Requirement ::
Please repeat the lines below, exactly and only, from the one that holds "shown = value" through the one that holds "levels[0] = first".

Available data ::

"""`hourwatch new-profile NAME --from CLOSEST`: write a commented template for a new meter
family, started from the closest existing profile. Every key is written with its meaning
(from the profile schema, the one source of it); keys the closest family leaves unset are
written commented out. The file is checked before it is written, and never overwrites."""

from __future__ import annotations

import argparse
import itertools
import json
import re
import tomllib
from collections.abc import Sequence
from enum import StrEnum
from pathlib import Path
from typing import Any

from pydantic import BaseModel

from ..engine.profiles import NAME_PATTERN, DeviceProfile, compile_topic
from ..errors import UserError
from ..probe import find_profile
from ..profile_files import BUNDLED, load_profiles

# Top-level sections in the order a reader meets them, with what each is about.
SECTIONS = {
    "payload": "how the message is written",
    "fields": "where each value is in it",
    "time": "how the device time is written",
    "volume": "what the volume means, and its unit",
    "status": 'status codes, as text: ok = ["0"], not [0]',
    "checksum": "a checksum the meter appends (text payloads only)",
    "timing": "how often it reports, and how far its clock may be off",
    "limits": "what is physically possible",
    "bag_change": "how an emptied bag shows",
    "smoothing": "the monotone fit of cumulative readings",
}
# Shown (commented out) for keys that have no default to show.
_EXAMPLES: dict[str, Any] = {
    "field": "cs", "algorithm": "xor8", "separator": ";", "pair_separator": ";",
    "kv_separator": "=", "scale_to_ml": 0.1, "interval_s": 600,
}  # fmt: skip


def add(sub: argparse._SubParsersAction[argparse.ArgumentParser]) -> None:
    p = sub.add_parser("new-profile", help="write a commented template for a new meter family")
    p.add_argument("name", help="the new family's name (lower case, digits and '-')")
    p.add_argument("--from", dest="closest", required=True, metavar="CLOSEST",
                   help="the existing profile closest to the new family")  # fmt: skip
    p.add_argument("--profiles", type=Path, default=None, metavar="FOLDER",
                   help="profile folder to read CLOSEST from and write into "
                   "(default: the shipped profiles)")  # fmt: skip
    p.add_argument("--out", type=Path, default=None, metavar="FILE",
                   help="write here instead of FOLDER/NAME.toml (a file named "
                   "NAME.toml)")  # fmt: skip
    p.set_defaults(run=run)


def _toml(value: Any) -> str:
    if isinstance(value, bool):
        return "true" if value else "false"
    if isinstance(value, int | float):
        return repr(value)
    if isinstance(value, list):
        return "[" + ", ".join(_toml(v) for v in value) + "]"
    return json.dumps(str(value))  # a TOML basic string: the same escapes


def _line(key: str, value: Any, help_text: str | None, commented: bool = False) -> list[str]:
    about = [f"# {help_text}"] if help_text else []
    return [*about, f"{'# ' if commented else ''}{key} = {_toml(value)}"]


def _section(model: type[BaseModel], values: dict[str, Any] | None) -> list[str]:
    """Each key with its meaning above it; a key left at its default is commented out."""
    lines = []
    for key, f in model.model_fields.items():
        name = f.alias or key
        value = values.get(key) if values else None
        default: Any = None if f.is_required() else f.get_default(call_default_factory=True)
        if isinstance(default, StrEnum):
            default = default.value
        if value is None or value == default:
            shown = value if value is not None else default
            if shown is None:
                shown = _EXAMPLES.get(key, "...")
            lines += _line(name, shown, f.description, commented=True)
        else:
            lines += _line(name, value, f.description)
    return lines


def _topic(name: str, closest: str, taken: Sequence[DeviceProfile]) -> str:
    """The closest family's topic under the new family's own first level, one that no
    family of the folder could also match (else the folder would no longer load)."""
    levels = list(compile_topic(closest).levels)
    if not levels or "{" in levels[0]:
        levels.insert(0, name)
    for first in itertools.chain([name], (f"{name}-{n}" for n in itertools.count(2))):
        levels[0] = first
        if not any(compile_topic("/".join(levels)).overlaps(p.topic_pattern) for p in taken):
            break
    return "/".join(levels)


def template(name: str, closest: DeviceProfile, taken: Sequence[DeviceProfile] = ()) -> str:
    data = closest.model_dump(mode="json")
    fields = DeviceProfile.model_fields
    out = [
        f"# {name}: a new meter family, started from {closest.name} (hourwatch new-profile).",
        "# Describe the payload here with an example payload you made up yourself (never a",
        "# vendor's format or names), then check and try the file:",
        "#   hourwatch check-profiles FOLDER",
        f"#   hourwatch probe --broker HOST:PORT --profile {name} --save capture.jsonl",
        "#   hourwatch replay capture.jsonl --profiles FOLDER --bind DEVICE --rejects",
        "# Every key is explained in DEVELOPERS.md section 3. A commented-out key keeps its",
        "# default (or is not used); uncomment it to set it.",
        *_line("schema", 1, fields["schema_version"].description),
        *_line("name", name, fields["name"].description),
        *_line("description", f"CHANGE: one line about {name}", fields["description"].description),
        *_line(
            "topic",
            _topic(name, closest.topic, taken),
            "CHANGE: " + str(fields["topic"].description),
        ),
    ]
    for section, about in SECTIONS.items():
        model = fields[section].annotation
        model = next(a for a in getattr(model, "__args__", (model,)) if isinstance(a, type))
        assert issubclass(model, BaseModel)
        values = data.get(section)
        out += ["", f"[{section}]  # {about}" if values else f"# [{section}]  # {about}"]
        out += _section(model, values)
    return "\n".join(out) + "\n"


def run(args: argparse.Namespace) -> int:
    if not re.match(NAME_PATTERN, args.name):
        raise UserError(f"name: {args.name!r} must be lower case letters, digits and '-' "
                        "(2 to 63 characters)")  # fmt: skip
    folder = args.profiles or BUNDLED
    profiles = load_profiles(args.profiles)
    closest = find_profile(profiles, args.closest, option="--from")
    if any(p.name == args.name for p in profiles):
        raise UserError(f"name: a profile {args.name!r} exists already in {folder}")
    out: Path = args.out or folder / f"{args.name}.toml"
    if out.name != f"{args.name}.toml":  # profiles are read from NAME.toml files only
        raise UserError(f"--out: name the file {args.name}.toml (a profile's name equals "
                        "its file name, and only *.toml files are read)")  # fmt: skip
    if out.exists():
        raise UserError(f"{out}: exists already; new-profile never overwrites a file")
    text = template(args.name, closest, profiles)
    # the template must load as it is: the same family under a topic of its own
    DeviceProfile.model_validate(tomllib.loads(text))
    try:
        out.write_text(text, encoding="utf-8")
    except OSError as exc:
        raise UserError(f"{out}: cannot write: {exc.strerror}") from None
    print(f"wrote {out}: edit every CHANGE line and the keys your meter differs in, then run "
          f"hourwatch check-profiles {out.parent}")  # fmt: skip
    return 0
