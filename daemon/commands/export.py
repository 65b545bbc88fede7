"""`hourwatch export JOURNAL --from ISO --to ISO [--bed BED] [--out FILE] [--config FILE]`.

JOURNAL is a journal file or a PostgreSQL journal's postgresql:// URL. Writes the journal's
messages received in [--from, --to) in the JSON Lines log format
(`{"time", "topic", "payload"}` per line, as daemon/logfile.py reads), so `hourwatch replay`
gives the same output for the export as for the journal itself. Times go out to the
microsecond the journal holds. Never writes to the journal (read-only connection).

Refused content is redacted: a message the engine refuses for its content alone (a
context with a field it does not know, a bed id that is not an identifier, a payload
that does not decode) is journaled as received, but exported with its payload replaced
by the withheld marker and its reason, and any non-identifier topic level replaced, so
nothing a site should never have sent leaves in an export; a replay of the export still
refuses it for the same reason.
"""

from __future__ import annotations

import argparse
import json
import os
import sys
import tempfile
from collections.abc import Iterator
from pathlib import Path
from typing import TextIO

from ..config import load_config
from ..engine.engine import ID_PATTERN, Engine
from ..engine.outcomes import withheld
from ..engine.timefmt import TimeError, iso, parse_iso
from ..errors import UserError
from ..journal import journal_items
from ..journal_api import PgUrl, target
from ..logfile import BadLine, LogRecord
from ..profile_files import load_profiles
from ..sources import require


def add(sub: argparse._SubParsersAction[argparse.ArgumentParser]) -> None:
    e = sub.add_parser("export", help="write a journal's messages as a JSON Lines log")
    e.add_argument("journal", type=target,
                   help="journal of `hourwatch run`: its file or its postgresql:// URL")
    e.add_argument(
        "--from", dest="t_from", required=True, help="ISO-8601 receive time with offset (kept)"
    )
    e.add_argument("--to", dest="t_to", required=True, help="ISO-8601 receive time (excluded)")
    e.add_argument("--bed", default=None, help="only this bed's messages (topics, meters, acks)")
    e.add_argument("--prefix", default=None, help="topic prefix of bed and ack topics")
    e.add_argument("--out", type=Path, default=None, help="write here instead of stdout")
    e.add_argument(
        "--config",
        type=Path,
        default=None,
        help="the service's config: its topic prefix, device profiles and identifier "
        "pattern decide what is redacted",
    )
    e.set_defaults(run=run)


def _time(option: str, text: str) -> float:
    try:
        return parse_iso(text)
    except TimeError as exc:
        raise UserError(f"{option}: {exc}") from None


def log_line(rec: LogRecord) -> str:
    return json.dumps({"time": iso(rec.time.timestamp()), "topic": rec.topic,
                       "payload": rec.payload})  # fmt: skip


class Redactor:
    """Refused content out, reason in (see the module's docstring)."""

    def __init__(self, engine: Engine) -> None:
        self.engine = engine
        self.redacted = 0

    def __call__(self, rec: LogRecord) -> LogRecord:
        refused = self.engine.screen(rec.topic, rec.payload)
        if refused is None:
            return rec
        self.redacted += 1
        return LogRecord.model_construct(
            time=rec.time, topic=self.engine.echo_topic(rec.topic), payload=withheld(refused[0])
        )


def _write(
    items: Iterator[tuple[int, LogRecord] | BadLine], out: TextIO, name: str, redact: Redactor
) -> int:
    n = 0
    for item in items:
        if isinstance(item, BadLine):
            print(f"{name}: message {item.line_no} not exported: {item.reason}", file=sys.stderr)
            continue
        out.write(log_line(redact(item[1])) + "\n")
        n += 1
    return n


def _redactor(args: argparse.Namespace) -> tuple[Redactor, str]:
    prefix, profiles, pattern = "hourwatch", None, ID_PATTERN
    if args.config is not None:
        cfg = load_config(args.config)
        prefix, profiles, pattern = cfg.topic_prefix, cfg.profiles, cfg.identifiers.pattern
    if args.prefix is not None:
        prefix = args.prefix
    return Redactor(
        Engine(load_profiles(profiles), topic_prefix=prefix, id_pattern=pattern)
    ), prefix


def run(args: argparse.Namespace) -> int:
    t0 = _time("--from", args.t_from)
    t1 = _time("--to", args.t_to)
    if t1 <= t0:
        raise UserError(f"--to ({args.t_to}) must be later than --from ({args.t_from})")
    require(args.journal, "journal file")
    redact, prefix = _redactor(args)
    if isinstance(args.journal, PgUrl):
        from ..journal_pg import journal_items as pg_items

        items = pg_items(args.journal, t0, t1, args.bed, prefix=prefix)
    else:
        items = journal_items(args.journal, t0, t1, args.bed, prefix=prefix)
    if args.out is None:
        n = _write(items, sys.stdout, str(args.journal), redact)
        sys.stdout.flush()
    else:
        n = _write_file(items, args.out, str(args.journal), redact)
    what = f" for bed {args.bed}" if args.bed else ""
    held = f", {redact.redacted} refused one(s) redacted" if redact.redacted else ""
    print(f"{n} message(s){what} exported from {args.journal}{held}", file=sys.stderr)
    return 0


def _write_file(
    items: Iterator[tuple[int, LogRecord] | BadLine], out: Path, name: str, redact: Redactor
) -> int:
    """All or nothing: a temporary file beside --out, renamed over it when complete."""
    folder = out.parent if str(out.parent) else Path(".")
    try:
        fd, tmp = tempfile.mkstemp(dir=folder, prefix=f".{out.name}.", suffix=".part")
    except OSError as exc:
        raise UserError(f"{out}: cannot write: {exc.strerror}") from None
    try:
        with os.fdopen(fd, "w", encoding="utf-8") as fh:
            n = _write(items, fh, name, redact)
        os.replace(tmp, out)
    except OSError as exc:
        Path(tmp).unlink(missing_ok=True)
        raise UserError(f"{out}: cannot write: {exc.strerror}") from None
    except BaseException:
        Path(tmp).unlink(missing_ok=True)
        raise
    return n
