"""A probe for the clinical engineer commissioning a meter: listen to one profile's topic
filter and tell, per device, how its messages decode, what the service's cleaning would
make of them, how often it reports and how far its clock is from ours. It never touches a
journal and never acknowledges anything on the service's behalf: its own clean session,
its own random client id. With a capture file, it writes what it hears as a JSON Lines
log, for `hourwatch replay CAPTURE --bind DEVICE`.

`DeviceTally`/`ProbeTally` hold no I/O (times are arguments; the capture is a callable);
`listen` is the MQTT side.
"""

from __future__ import annotations

import itertools
import json
import secrets
import statistics
import threading
import time
from collections import Counter, deque
from collections.abc import Callable, Sequence
from dataclasses import dataclass, field
from typing import Any, TextIO

from .engine.decode import Decoder, Reading, Rejected
from .engine.effects import RejectedInput
from .engine.engine import Engine, ReadingTrace
from .engine.numbers import num
from .engine.outcomes import COUNTED_IN_SERIES, DECODE_REJECTIONS, Outcome
from .engine.profiles import DEVICE_LEVEL, Calibration, DeviceProfile, Semantics
from .engine.timefmt import iso
from .errors import UserError
from .journal import log_payload

SAMPLE_KEPT = 3  # latest decoded readings shown per device
CODES_KEPT = 32  # distinct status codes counted per device
# distinct details kept per rejection reason and device: one reason code can have several
# causes to fix (a missing status, a missing volume), each shown with its own example
DETAILS_KEPT = 4
TIMES_KEPT = 4096  # (receive, device) times kept per device for the period and bursts
# A store-and-forward burst: this many readings or more, each received within
# max(BURST_GAP_S, a tenth of the period) of the one before, whose device times are a
# reporting period apart or more. A meter that sends its buffer after an outage does
# that; a wrong clock sends every reading on time, each equally far off.
BURST_MIN = 3
BURST_GAP_S = 2.0
PROBE_BED = "probe-{n}"  # the temporary bed each heard device is bound to
PROBE_WARD = "probe"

Answer section ::
            shown = value if value is not None else default
            if shown is None:
                shown = _EXAMPLES.get(key, "...")
            lines += _line(name, shown, f.description, commented=True)
        else:
            lines += _line(name, value, f.description)
    return lines


def _topic(name: str, closest: str, taken: Sequence[DeviceProfile]) -> str:
    """The closest family's topic under the new family's own first level, one that no
    family of the folder could also match (else the folder would no longer load)."""
    levels = list(compile_topic(closest).levels)
    if not levels or "{" in levels[0]:
        levels.insert(0, name)
    for first in itertools.chain([name], (f"{name}-{n}" for n in itertools.count(2))):
        levels[0] = first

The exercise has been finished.